いつもの公園でのジョギング/ウォーキングは一時間ですが、「非常事態」では公道でのジョギングも禁止なのでウォーキングをだけです。パトカーを見たら老人が買い物に行く姿の”超ゆっくり”で歩きます。ついでに買い物袋を大袈裟にふります。ホント、疲れます。ウォーキング量の足りない分は家の周りを歩きますが、歩きながら想い出すのは子供の頃家で飼われていたリスです。リスはかごの中で丸い回転車輪を一生懸命に回していました。
スペイン感染者数や死亡者数は横ばい状態ですが、マドリードは双方とも減ってきたので、国際見本市会場の病院は一館を閉めました。遺体安置所に使われていたスケート場も死亡者が減ったので閉まりました。だいぶ落ち着いてきました。今回の新型コロナウイルの感染者数や死亡者数を各国で何千万人、何百人と発表していますが「人口の何%」が大事ではないのでしょうか?
スペインは人口の5%が感染者数なので、集団免疫の人口50~70%にはほど遠いです。政府はワクチンができるのを待っていられても、我々庶民にはこの”缶詰め状態”はもう限界です。ホテルもバルもレストランもユニクロもザラもデパートも営業を緩やかに元に戻す頃です。マドリードは独自のルール(客数制限)をつくり来週から緩和を始めるので、5月にはバルのテラスでワインを一人一杯は飲めそうです。6月にはレストランでパエジャも食べられそうです。7月8月はアンダルシアの浜辺ではビキニ娘を遠くから眺められそうです(浜辺も入場制限になります)。

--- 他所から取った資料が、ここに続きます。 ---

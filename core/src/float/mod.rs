//! The float twin: the same model description and training procedure as [`crate::train`],
//! in `f32` (device) or `f64` (host), with no rounding and no saturation.
//!
//! Fed the same initial weights and the same samples in the same order, the twin shows what
//! fixed-point training would have done with exact arithmetic. Hyperparameters are read from
//! the same [`crate::num::QScalar`] values, so both sides use exactly the same learning rate,
//! momentum, decay and clip bound. Its arena is laid out by [`Plan::new_float`].
//!
//! Conventions shared with the fixed-point layers: piecewise-linear activations take their
//! derivative from the input (1 strictly inside the linear part, 0 at and beyond the corners);
//! max pooling sends the gradient to the first maximum of each window.

pub mod real;

use crate::error::{Error, ParamTensor};
use crate::model::{LayerDesc, LayerGeometry, LayerKind, Loss, ModelDesc, MAX_LAYERS};
use crate::plan::{reads_input, split_disjoint, Plan, Slot};
pub use real::Real;

/// Initial parameters of one layer in float.
#[derive(Clone, Copy, Debug, PartialEq)]
pub struct FloatParams<'a, R> {
    /// Weights.
    pub weight: &'a [R],
    /// Bias.
    pub bias: &'a [R],
}

impl<'a, R> FloatParams<'a, R> {
    /// No parameters.
    pub const NONE: FloatParams<'a, R> = FloatParams {
        weight: &[],
        bias: &[],
    };
}

/// What a sample should produce.
#[derive(Clone, Copy, Debug, PartialEq)]
pub enum FloatTarget<'t, R> {
    /// Regression targets.
    Values(&'t [R]),
    /// A class label.
    Class(u16),
}

/// The result of one twin step.
#[derive(Clone, Copy, Debug, PartialEq)]
pub struct FloatOutcome<R> {
    /// Loss of the sample before the update.
    pub loss: R,
    /// Predicted class, for classification.
    pub predicted: Option<u16>,
    /// Whether the weights changed.
    pub updated: bool,
}

/// The float trainer. See the [module docs](self).
pub struct Twin<'a, R: Real> {
    desc: &'a ModelDesc,
    plan: &'a Plan,
    arena: &'a mut [R],
    flash: [FloatParams<'a, R>; MAX_LAYERS],
    in_batch: u16,
    steps: u32,
    updates: u32,
}

fn range<R: Real>(s: Slot) -> (usize, usize) {
    if s.is_some() {
        ((s.offset / R::BYTES) as usize, s.elems as usize)
    } else {
        (0, 0)
    }
}

fn carve<R: Real, const N: usize>(arena: &mut [R], slots: [Slot; N]) -> [&mut [R]; N] {
    split_disjoint(arena, slots.map(range::<R>))
}

fn pick<'x, R>(arena_piece: &'x [R], slot: Slot, init: &'x [R]) -> &'x [R] {
    if slot.is_some() {
        arena_piece
    } else {
        init
    }
}
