impl ConfigError {
    /// The 1-based line the error points at, if it points at one.
    pub fn line(&self) -> Option<usize> {
        match self {
            ConfigError::Syntax { line, .. } => Some(*line),
            ConfigError::Invalid { line, .. } => *line,
            ConfigError::Io { .. } | ConfigError::Data { .. } => None,
        }
    }

    /// The field path the error is about, if any.
    pub fn field(&self) -> Option<&str> {
        match self {
            ConfigError::Invalid { field, .. } => Some(field),
            _ => None,
        }
    }
}

// ---------------------------------------------------------------------------------------------
// Formats

/// A format as written in the config: fixed, or left to the quantizer.
#[derive(Clone, Copy, Debug, PartialEq, Eq, Hash)]
pub enum FormatChoice {
    /// A fixed Q-format.
    Fixed(QFormat),
    /// The word is fixed; the quantizer chooses the fraction bits from data.
    Auto {
        /// The storage word.
        word: Word,
    },
}

impl FormatChoice {
    /// The storage word.
    pub fn word(self) -> Word {
        match self {
            FormatChoice::Fixed(q) => q.word,
            FormatChoice::Auto { word } => word,
        }
    }
}

impl fmt::Display for FormatChoice {
    /// `Q3.12 (i16)` for a fixed format, `auto16` for an automatic one.
    fn fmt(&self, f: &mut fmt::Formatter<'_>) -> fmt::Result {
        match self {
            FormatChoice::Fixed(q) => write!(f, "{q}"),
            FormatChoice::Auto { word } => write!(f, "auto{}", word.bits()),
        }
    }
}

const FORMAT_HELP: &str = "write \"Qm.n\" with m integer and n fraction bits and m + n + 1 = \
                           8, 16 or 32 (for example \"Q3.12\"), \"Qn\" for Q0.n, \
                           { word = 16, frac = 12 }, or \"auto8\", \"auto16\", \"auto32\"";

でも年末には忘年会でシャンパンをバンバン開け、「アディオス!クソ!2020年!」を叫べるでしょう。そうそう、納車は「遅くても三か月先の4月15日です。保障します」と言われたトヨタのカローラはまだ届きません。セールスマンのアントニオさんに連絡をしても、営業はストップだしディーラーも閉まってるのでお手上げで~す、だけです。(政府のせいなので)スミマセンもご迷惑をおかけします、もありません。
トヨタって日本では、お客様第一、サービス第一と聞いていたけど、スペインでは全く他のメーカーと同じです。まぁ、今、新車を届けて貰っても「ドライブは禁止」状態なのでガレージに置いておくだけです。これも、アスタ・マニャーナ(hasta mañana/ また明日ね)国なので仕方ないです。まだ月賦の支払いが始まったわけではないし、うんざりしたらキャンセルしてマツダ車に替えてもいいし・・・。手付金はフイになるけど、この先どうなるのかは誰にもわかりません。